Politische Rückendeckung für die Religionsgemeinschaften kommt von der ÖVP und deren Integrationsstaatsekretär Sebastian Kurz. Noch einen Tag bevor der Bericht des Unterrichtsministeriums seinen Weg ins Parlament fand, zitierte die „Presse am Sonntag“ Teile eines Positionspapier des Staatssekretärs. Nach diesem soll der Ethikunterricht bereits ab der ersten Klasse Volksschule angeboten werden – aber eben nur für Schüler, die ohne Bekenntnis oder vom Religionsunterricht abgemeldet sind.

Ethik für alle

Was für Religionsgemeinschaften und ÖVP der Sicherung von Vielfalt und Werten dient, ist für SJ-Vorsitzenden Wolfgang Moitzi „eine Art Straf-Ethikunterricht“. „Wenn ein Ethikunterricht eingeführt wird, dann sollte er anstelle des Religionsunterrichts angeboten werden - und zwar mit eigens ausgebildeten Lehrkräften“, so der Jungpolitiker in einer Aussendung. Diese Position teilt auch der Bildungssprecher der Grünen, Harald Walser. „Niemand soll indoktriniert werden, sondern alle sollen und müssen in der Schule zu einem Gedankenaustausch über unterschiedliche, miteinander oft unvereinbare Werthaltungen animiert werden", formuliert Walser durchaus provokant.

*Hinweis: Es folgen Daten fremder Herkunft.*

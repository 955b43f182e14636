import request from 'supertest';
import { beforeAll, describe, expect, it } from 'vitest';
import { PASSWORD, call, signIn, useApi, type Agent } from '../helpers/api';
import { manualClock } from '../helpers/clock';
import { buildNeighbourhood } from '../helpers/factories';
import { loadDemo } from '../../server/db/seedDemo';
import { PEOPLE } from '../../server/db/demoScenario';
import { User } from '../../server/models';

// The load runs at 10:00 UTC on 15 June 2026; "last month" is May in the demo's zone (Atlantic/Azores).
const clock = manualClock('2026-06-15T10:00:00Z');
const LOAD_TIMEOUT_MS = 600_000; // a shared, busy machine: the load writes about a million report rows

interface ReportBody {
  overall: { availabilityPct: number; outageCount: number };
  nodes: { name: string; availabilityPct: number | null; outageCount: number }[];
  outages: { node: string; acknowledgedAt: string | null }[];
  days: { availabilityPct: number | null }[];
}

describe('the demo town with a past', () => {
  const ctx = useApi({ now: clock.now });
  let admin: Agent;
  let operator: Agent;

  beforeAll(async () => {
    const loaded = await loadDemo({ ...ctx.config, demoPassword: PASSWORD });
    expect(loaded.result).toBe('loaded');
    admin = await signIn(ctx, (await User.findOne({ where: { email: PEOPLE.find((p) => p.key === 'admin')!.email } }))!);
    operator = await signIn(ctx, (await User.findOne({ where: { email: PEOPLE.find((p) => p.key === 'operator')!.email } }))!);
  }, LOAD_TIMEOUT_MS);

  it('gives last month a real report: outages, acknowledgements, and availability below 100 % for some nodes', async () => {
    const res = await call(admin, 'get', '/api/v1/reports/availability?month=2026-05');
    expect(res.status).toBe(200);
    const body = res.body.data as ReportBody;
    expect(body.overall.outageCount).toBeGreaterThanOrEqual(8);
    expect(body.overall.availabilityPct).toBeLessThan(100);
    expect(body.overall.availabilityPct).toBeGreaterThan(95);
    const hurt = body.nodes.filter((n) => n.availabilityPct !== null && n.availabilityPct < 100);
    expect(hurt.length).toBeGreaterThanOrEqual(5);
    expect(body.nodes.filter((n) => n.availabilityPct === 100).length).toBeGreaterThan(0);
    expect(body.outages.some((o) => o.acknowledgedAt !== null) && body.outages.some((o) => o.acknowledgedAt === null)).toBe(true);
    expect(body.days.some((d) => d.availabilityPct !== null && d.availabilityPct < 100)).toBe(true);
  });

  it('records the backhaul failure as one outage with its neighbourhood stranded behind it, acknowledged and annotated', async () => {
    const res = await call(admin, 'get', '/api/v1/outages?sort=-blastNodeCount&pageSize=5');
    expect(res.status).toBe(200);
    const [widest] = res.body.data;
    expect(widest.blastRadius.nodeCount).toBe(6);
    expect(widest.blastRadius.clients).toBeGreaterThan(0);
    expect(widest.acknowledgedAt).not.toBeNull();
    expect(widest.notes).toMatch(/surge arrester/);
    expect(widest.endedAt).not.toBeNull();
  });

  it('leaves the mail the history caused in the outbox: offline, back online, a reminder, an upstream notice and one flap summary', async () => {
    const res = await call(admin, 'get', '/api/v1/outbox?pageSize=500');
    expect(res.status).toBe(200);
    const mails = res.body.data as { kind: string; status: string; subject: string; recipient: { address: string } }[];
    const kinds = new Set(mails.map((m) => m.kind));
    for (const k of ['node-offline', 'node-online', 'node-reminder', 'upstream-notice']) expect(kinds.has(k), k).toBe(true);
    expect(mails.every((m) => m.status === 'sent')).toBe(true);
    // Six flaps would be twelve mails to the operator; the cap (4 an hour) lets four through, then one summary.
    const weir = mails.filter((m) => m.subject.includes('lf-weir') && m.recipient.address === 'operator@parapet.example');
    expect(weir).toHaveLength(5);
    expect(weir.filter((m) => /keeps dropping/.test(m.subject))).toHaveLength(1);
  });

  it('fills the charts from the roll-ups: 30 days of hourly points with a daily rhythm in throughput', async () => {
    const nodes = (await call(operator, 'get', '/api/v1/nodes?q=lf-rope')).body.data as { id: number; name: string }[];
    const rope = nodes.find((n) => n.name === 'lf-rope')!;
    const res = await call(operator, 'get', `/api/v1/nodes/${rope.id}/series?range=30d`);
    expect(res.status).toBe(200);
    const points = res.body.data.points as { t: string; availabilityPct: number; throughputAvgMbps: number | null }[];
    expect(points.length).toBeGreaterThan(700);
    expect(points.some((p) => p.availabilityPct < 100)).toBe(true);
    const at = (hourUtc: number) =>
      points.filter((p) => new Date(p.t).getUTCHours() === hourUtc && p.throughputAvgMbps !== null).map((p) => p.throughputAvgMbps!);
    const mean = (xs: number[]) => xs.reduce((a, b) => a + b, 0) / xs.length;
    expect(mean(at(10))).toBeGreaterThan(mean(at(22)) + 10); // quiet mid-morning against the busy evening (21:00 local = 22:00 UTC in winter, 21:00 in summer)
  });

  it('shows the drifting link, the configuration drift and the weakest links on the overview and link health', async () => {
    const overview = (await call(admin, 'get', '/api/v1/overview')).body.data;
    expect(overview.driftNodes.map((n: { name: string }) => n.name)).toEqual(expect.arrayContaining(['lf-dyke', 'lf-weir']));
    expect(overview.weakestLinks).toHaveLength(5);
    const links = (await call(admin, 'get', '/api/v1/links?pageSize=100')).body.data as { id: number; name: string }[];
    const heronLink = links.find((l) => l.name === 'marsh – heron')!;
    const health = await call(admin, 'get', `/api/v1/links/${heronLink.id}/health`);
    expect(health.status).toBe(200);
    expect(health.body.data.flagged).toBe(true);
  });

  it('has something to plan: a survey per neighbourhood, a channel worth changing, an address clash, security findings, two drawn photos', async () => {
    const plan = (await call(admin, 'get', '/api/v1/planning/channel-plan')).body.data;
    expect((plan.radios as { changed: boolean }[]).some((r) => r.changed)).toBe(true);
    expect(plan.congestion).toHaveLength(4); // one survey per neighbourhood
    const addresses = (await call(admin, 'get', '/api/v1/address-plans')).body.data;
    expect(addresses.findings.map((f: { code: string }) => f.code)).toContain('subnet_overlap');
    expect(addresses.unplannedNodes).toEqual([]);
    const review = (await call(admin, 'get', '/api/v1/security-review')).body.data;
    expect(JSON.stringify(review)).toMatch(/wep/i);
    const sites = (await call(admin, 'get', '/api/v1/sites?pageSize=100')).body.data as { id: number; name: string }[];
    for (const name of ['Granary Tower', 'Saltmarsh Water Tower']) {
      const photos = await call(admin, 'get', `/api/v1/sites/${sites.find((s) => s.name === name)!.id}/photos`);
      expect(photos.body.data).toHaveLength(1);
    }
    const surveyed = await ctx.sequelize.query('SELECT DISTINCT n.neighbourhood_id FROM site_surveys s JOIN nodes n ON n.id = s.node_id');
    expect(surveyed[0]).toHaveLength(4);
  }, 180_000); // the whole network's channel plan on a busy shared machine

  it(
    'reloads fresh on reset without touching a neighbourhood of its own',
    async () => {
      const kept = await buildNeighbourhood({ name: 'Not Part Of The Demo' });
      const before = await ctx.sequelize.query<{ n: string }>('SELECT count(*) AS n FROM outages', { type: 'SELECT' as never });
      const again = await loadDemo({ ...ctx.config, demoPassword: PASSWORD });
      expect(again.result).toBe('already-loaded'); // without reset nothing changes
      const reset = await loadDemo({ ...ctx.config, demoPassword: PASSWORD }, () => {}, { reset: true });
      expect(reset.result).toBe('loaded');
      const after = await ctx.sequelize.query<{ n: string }>('SELECT count(*) AS n FROM outages', { type: 'SELECT' as never });
      expect(after[0].n).toBe(before[0].n);
      const hoods = await request(ctx.app).get('/api/v1/public/status');
      expect(hoods.body.data.neighbourhoods.map((h: { name: string }) => h.name)).toContain('Not Part Of The Demo');
      expect(await User.count({ where: { email: PEOPLE.map((p) => p.email) } })).toBe(PEOPLE.length);
      expect(kept.id).toBeGreaterThan(0);
    },
    LOAD_TIMEOUT_MS,
  );
});
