import fs from 'node:fs';
import http from 'node:http';
import type { AddressInfo } from 'node:net';
import os from 'node:os';
import path from 'node:path';
import zlib from 'node:zlib';
import request from 'supertest';
import { afterAll, describe, expect, it } from 'vitest';
import { reportMonth } from '../../src/app/page-data';
import { buildUser, signIn, useApi } from '../helpers/api';
import { buildNeighbourhood } from '../helpers/factories';

// A small built client of our own, so these checks do not depend on what the real build contains.
const dist = fs.mkdtempSync(path.join(os.tmpdir(), 'parapet-dist-'));
const script = `export const lines = [${Array.from({ length: 400 }, (_, i) => `"line ${i} of the map page"`).join(',')}];\n`;
const shell =
  '<!doctype html><html lang="en"><head><title>Parapet</title><script type="module" src="/assets/index-Ab12Cd34.js"></script></head>' +
  '<body><div id="root"></div></body></html>';
fs.mkdirSync(path.join(dist, 'assets'));
fs.writeFileSync(path.join(dist, 'index.html'), shell);
fs.writeFileSync(path.join(dist, 'assets', 'index-Ab12Cd34.js'), script);
// As the build leaves them: a brotli and a gzip copy beside the main script; the chunk has none.
const scriptBr = zlib.brotliCompressSync(script, { params: { [zlib.constants.BROTLI_PARAM_QUALITY]: 11 } });
fs.writeFileSync(path.join(dist, 'assets', 'index-Ab12Cd34.js.br'), scriptBr);
fs.writeFileSync(path.join(dist, 'assets', 'index-Ab12Cd34.js.gz'), zlib.gzipSync(script, { level: 9 }));
fs.writeFileSync(path.join(dist, 'assets', 'chunk-Zz99Yy88.js'), script.replaceAll('map page', 'chart'));
fs.writeFileSync(path.join(dist, 'assets', 'index-Ab12Cd34.js.map'), '{"version":3,"sources":["src/secret.ts"],"mappings":""}');
fs.writeFileSync(path.join(dist, 'favicon.svg'), '<svg xmlns="http://www.w3.org/2000/svg"/>');
// The build's manifest, as Vite writes it: which chunks each page and the signed-in shell import.
fs.mkdirSync(path.join(dist, '.vite'));
const manifest = {
  'index.html': { file: 'assets/index-Ab12Cd34.js', isEntry: true, imports: ['_vendor-Vv11.js'] },
  '_vendor-Vv11.js': { file: 'assets/vendor-Vv11.js' },
  '_live-Ll22.js': { file: 'assets/live-Ll22.js', imports: ['_vendor-Vv11.js'] },
  '_table-Tt33.js': { file: 'assets/table-Tt33.js', imports: ['_vendor-Vv11.js'] },
  'src/app/signed-in-layout.tsx': { file: 'assets/signed-in-layout-Ss44.js', isDynamicEntry: true, imports: ['_vendor-Vv11.js', '_live-Ll22.js'] },
  'src/routes/nodes.tsx': { file: 'assets/nodes-Nn55.js', isDynamicEntry: true, imports: ['index.html', '_table-Tt33.js'], css: ['assets/nodes-Nn55.css'] },
  'src/routes/public-status.tsx': { file: 'assets/public-status-Pp66.js', isDynamicEntry: true, imports: ['_vendor-Vv11.js'] },
};
fs.writeFileSync(path.join(dist, '.vite', 'manifest.json'), JSON.stringify(manifest));
const SESSION_PRELOAD = '<link rel="preload" href="/api/v1/session" as="fetch" crossorigin>';
const preloadedScripts = (html: string) => [...html.matchAll(/<link rel="modulepreload" crossorigin href="([^"]+)">/g)].map((m) => m[1]);
const dataPreloads = (html: string) =>
  [...html.matchAll(/<link rel="preload" href="([^"]+)" as="fetch" crossorigin>/g)]
    .map((m) => m[1].replaceAll('&amp;', '&'))
    .filter((url) => url !== '/api/v1/session');
const withoutLinks = (html: string) => html.replace(/\s*<link [^>]*>/g, '').replace(/\s+<\/head>/, '</head>');
afterAll(() => fs.rmSync(dist, { recursive: true, force: true }));

/** The bytes exactly as they travel (supertest would decode them), with the answer's headers. */
function raw(app: http.RequestListener, url: string, acceptEncoding: string) {
  return new Promise<{ status: number; headers: http.IncomingHttpHeaders; body: Buffer }>((resolve, reject) => {
    const server = http.createServer(app).listen(0, '127.0.0.1', () => {
      const { port } = server.address() as AddressInfo;
      http
        .get({ host: '127.0.0.1', port, path: url, headers: { 'Accept-Encoding': acceptEncoding } }, (res) => {
          const chunks: Buffer[] = [];
          res.on('data', (c: Buffer) => chunks.push(c));
          res.on('end', () => server.close(() => resolve({ status: res.statusCode ?? 0, headers: res.headers, body: Buffer.concat(chunks) })));
        })
        .on('error', (err) => server.close(() => reject(err)));
    });
  });
}

describe('serving the built client', () => {
  const ctx = useApi({ clientDist: dist });

  it('sends the pre-compressed brotli copy of a hashed asset when the browser offers it, cached for a year as immutable', async () => {
    const res = await raw(ctx.app, '/assets/index-Ab12Cd34.js', 'gzip, deflate, br');
    expect(res.status).toBe(200);
    expect(res.headers['content-encoding']).toBe('br');
    expect(res.headers['content-type']).toMatch(/^text\/javascript|^application\/javascript/);
    expect(res.headers['cache-control']).toBe('public, max-age=31536000, immutable');
    expect(res.headers['vary']).toMatch(/accept-encoding/i);
    expect(res.body.equals(scriptBr)).toBe(true);
    expect(zlib.brotliDecompressSync(res.body).toString()).toBe(script);
  });

  it('falls back to the gzip copy, and to plain bytes for a client that offers no encoding', async () => {
    const gz = await raw(ctx.app, '/assets/index-Ab12Cd34.js', 'gzip');
    expect(gz.headers['content-encoding']).toBe('gzip');
    expect(gz.headers['cache-control']).toBe('public, max-age=31536000, immutable');
    expect(zlib.gunzipSync(gz.body).toString()).toBe(script);

    const plain = await raw(ctx.app, '/assets/index-Ab12Cd34.js', 'identity');
    expect(plain.headers['content-encoding']).toBeUndefined();
    expect(plain.body.toString()).toBe(script);
  });

  it('compresses an asset that has no pre-compressed copy as it is sent', async () => {
    const res = await raw(ctx.app, '/assets/chunk-Zz99Yy88.js', 'br');
    expect(res.headers['content-encoding']).toBe('br');
    expect(res.headers['cache-control']).toBe('public, max-age=31536000, immutable');
    expect(res.body.length).toBeLessThan(script.length / 3);
    expect(zlib.brotliDecompressSync(res.body).toString()).toBe(script.replaceAll('map page', 'chart'));
  });

  it('never serves source maps, in the assets folder or anywhere else', async () => {
    for (const url of ['/assets/index-Ab12Cd34.js.map', '/index.js.map', '/nodes/3/radio.map']) {
      const res = await request(ctx.app).get(url);
      expect(res.status, url).toBe(404);
      expect(res.headers['content-type'], url).toMatch(/json/);
      expect(res.body.error.message, url).toContain('Reload the page');
      expect(res.text, url).not.toContain('secret.ts');
    }
  });

  it('answers a missing hashed asset with 404, not with the page shell under a script name', async () => {
    const res = await request(ctx.app).get('/assets/index-OldHash9.js');
    expect(res.status).toBe(404);
    expect(res.body.error).toEqual({
      code: 'not_found',
      message: 'There is no file /assets/index-OldHash9.js in this release. Reload the page to get the current version.',
    });
  });

  it('sends the page shell for every client route, revalidated on each use so a release shows at once', async () => {
    for (const url of ['/', '/topology', '/nodes/12']) {
      const res = await request(ctx.app).get(url).set('Accept-Encoding', 'gzip');
      expect(res.status, url).toBe(200);
      expect(res.headers['content-type'], url).toMatch(/text\/html/);
      expect(res.headers['cache-control'], url).toBe('no-cache');
      expect(withoutLinks(res.text), url).toBe(shell);
    }
    const icon = await request(ctx.app).get('/favicon.svg');
    expect(icon.status).toBe(200);
    expect(icon.headers['cache-control']).toBe('no-cache');
  });

  it("names the opened page's own scripts and styles in the shell, so they download alongside the entry", async () => {
    const nodes = await request(ctx.app).get('/nodes?page=2');
    expect(nodes.status).toBe(200);
    // The shell's and the page's chunks and what they import, but not what the entry itself already brings.
    expect(preloadedScripts(nodes.text)).toEqual([
      '/assets/signed-in-layout-Ss44.js',
      '/assets/live-Ll22.js',
      '/assets/nodes-Nn55.js',
      '/assets/table-Tt33.js',
    ]);
    expect(nodes.text).toContain('<link rel="stylesheet" crossorigin href="/assets/nodes-Nn55.css">');
    // The session question goes first, before the scripts take the browser's connections.
    expect(nodes.text.indexOf(SESSION_PRELOAD)).toBeGreaterThan(0);
    expect(nodes.text.indexOf(SESSION_PRELOAD)).toBeLessThan(nodes.text.indexOf('<title>'));

    const status = await request(ctx.app).get('/status');
    expect(preloadedScripts(status.text)).toEqual(['/assets/public-status-Pp66.js']);
    expect(status.text).not.toContain('/api/v1/session');
  });

  it("opens an address no page claims with the plain shell, and a page the manifest does not list with the shell's scripts alone", async () => {
    const unknown = await request(ctx.app).get('/no-such-page');
    expect(unknown.status).toBe(200);
    expect(preloadedScripts(unknown.text)).toEqual([]);
    expect(unknown.text).toContain(SESSION_PRELOAD);
    for (const url of ['/sites/new', '/nodes/12']) {
      const res = await request(ctx.app).get(url);
      expect(res.status, url).toBe(200);
      expect(preloadedScripts(res.text), url).toEqual(['/assets/signed-in-layout-Ss44.js', '/assets/live-Ll22.js']);
      expect(res.text, url).toContain(SESSION_PRELOAD);
    }
  });

  it("names a signed-in page's first API answers in its HTML (from src/app/page-data.ts), and none for a visitor without a session", async () => {
    const agent = await signIn(ctx, await buildUser({ role: 'admin' }));
    const nodes = await agent.get('/nodes?page=2&state=down&pageSize=10');
    expect(nodes.status).toBe(200);
    // Exactly what the nodes page asks first: its list (page, size, sort, search, filters in the page's order), then its pickers.
    expect(dataPreloads(nodes.text)).toEqual([
      '/api/v1/nodes?page=2&pageSize=10&sort=name&state=down',
      '/api/v1/sites?page=1&pageSize=500&sort=name',
      '/api/v1/neighbourhoods?page=1&pageSize=500&sort=name',
    ]);
    // Early in the head, with the session question, before the scripts queue on the browser's connections.
    expect(nodes.text.indexOf('/api/v1/nodes?')).toBeLessThan(nodes.text.indexOf('<title>'));
    expect(nodes.headers['vary']).toMatch(/cookie/i);
    expect(dataPreloads((await agent.get('/topology')).text)).toEqual([
      '/api/v1/topology',
      '/api/v1/topology/neighbourhoods',
      '/api/v1/neighbourhoods?page=1&pageSize=500&sort=name',
    ]);
    expect(dataPreloads((await agent.get('/')).text)).toEqual(['/api/v1/overview']);
    expect(dataPreloads((await agent.get('/neighbourhoods')).text)).toEqual(['/api/v1/neighbourhoods?page=1&pageSize=25&sort=name&retired=all']);
    // The reports page's month: the one its address names (as the page reads it), else the last whole month.
    expect(dataPreloads((await agent.get('/reports?month=2026-03')).text)).toEqual(['/api/v1/reports/availability?month=2026-03']);
    expect(dataPreloads((await agent.get('/reports')).text)).toEqual([`/api/v1/reports/availability?month=${reportMonth(new URLSearchParams())}`]);
    // An attribute cannot be broken out of by the address's query.
    const odd = await agent.get('/sites?q=%22%3E%3Cscript%3E');
    expect(odd.text).not.toContain('"><script>');
    expect(dataPreloads(odd.text)[0]).toBe('/api/v1/sites?page=1&pageSize=25&sort=name&q=%22%3E%3Cscript%3E');
    // Pages outside the console, and pages with no entry in the table, get none even with a session.
    for (const url of ['/status', '/sign-in', '/planning', '/nodes/12']) expect(dataPreloads((await agent.get(url)).text), url).toEqual([]);

    // No session cookie: the session question alone (it decides where to send the visitor), no data.
    const anonymous = await request(ctx.app).get('/nodes');
    expect(anonymous.status).toBe(200);
    expect(anonymous.text).toContain(SESSION_PRELOAD);
    expect(dataPreloads(anonymous.text)).toEqual([]);
  });

  it('compresses JSON answers from the API as well', async () => {
    for (let i = 0; i < 30; i++) await buildNeighbourhood({ name: `Lindenfall ward ${i}` });
    const res = await raw(ctx.app, '/api/v1/public/status', 'br');
    expect(res.status).toBe(200);
    expect(res.headers['content-encoding']).toBe('br');
    const body = JSON.parse(zlib.brotliDecompressSync(res.body).toString());
    expect(body.data.neighbourhoods).toHaveLength(30);
  });
});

Gemeinsam mit der „Initiative Religion ist Privatsache“, und anderen Organisationen und Privatpersonen hat Walser deshalb im September die Plattform „Ethik für alle“ gegründet. Die Plattform setzte sich für die Einführung eines Fachs Ethik ein, „das diesen Namen auch verdient“, so Heinz Oberhummer, Obmann der „Initiative Religion ist Privatsache“.

Kontroverse Debatte

Unterstützung könnten Harald Walser und seiner Partei aber auch aus den Reihen der katholischen Kirche selbst erwachsen. Der Religionspädagoge und Professor für Praktische Theologie an der Universität Salzburg, Anton Bucher, hat erst im Sommer mit der Idee eines gemeinsamen „Ethik- und Religionskundeunterrichts“ aufhorchen lassen. Buchers Modell überschneidet sich an vielen Stellen mit den Vorstellungen des grünen Bildungssprechers. Aus kirchlichen Kreisen erwuchs dem Religionspädagogen dafür einiges an Kritik - mehr dazu: Forderung nach kombiniertem Ethik- und Religionsunterricht (religion.ORF.at; 28.08.2012)

Zwar hat Bildungsministerin Claudia Schmied angekündigt, noch bis Ende des Jahres ein fertiges Konzept für den Ethikunterricht zu entwickeln. Ob der kontroversen Diskussion, die sich um die Thematik entsponnen hat, könnte bis zu einer gesetzlichen Regelung noch einiges an politischem Kleingeld gewechselt werden. Schließlich hängt an der Entscheidung zum Ethikunterricht auch die Frage nach der Ausbildung jener Lehrer, die das Fach unterrichten sollen.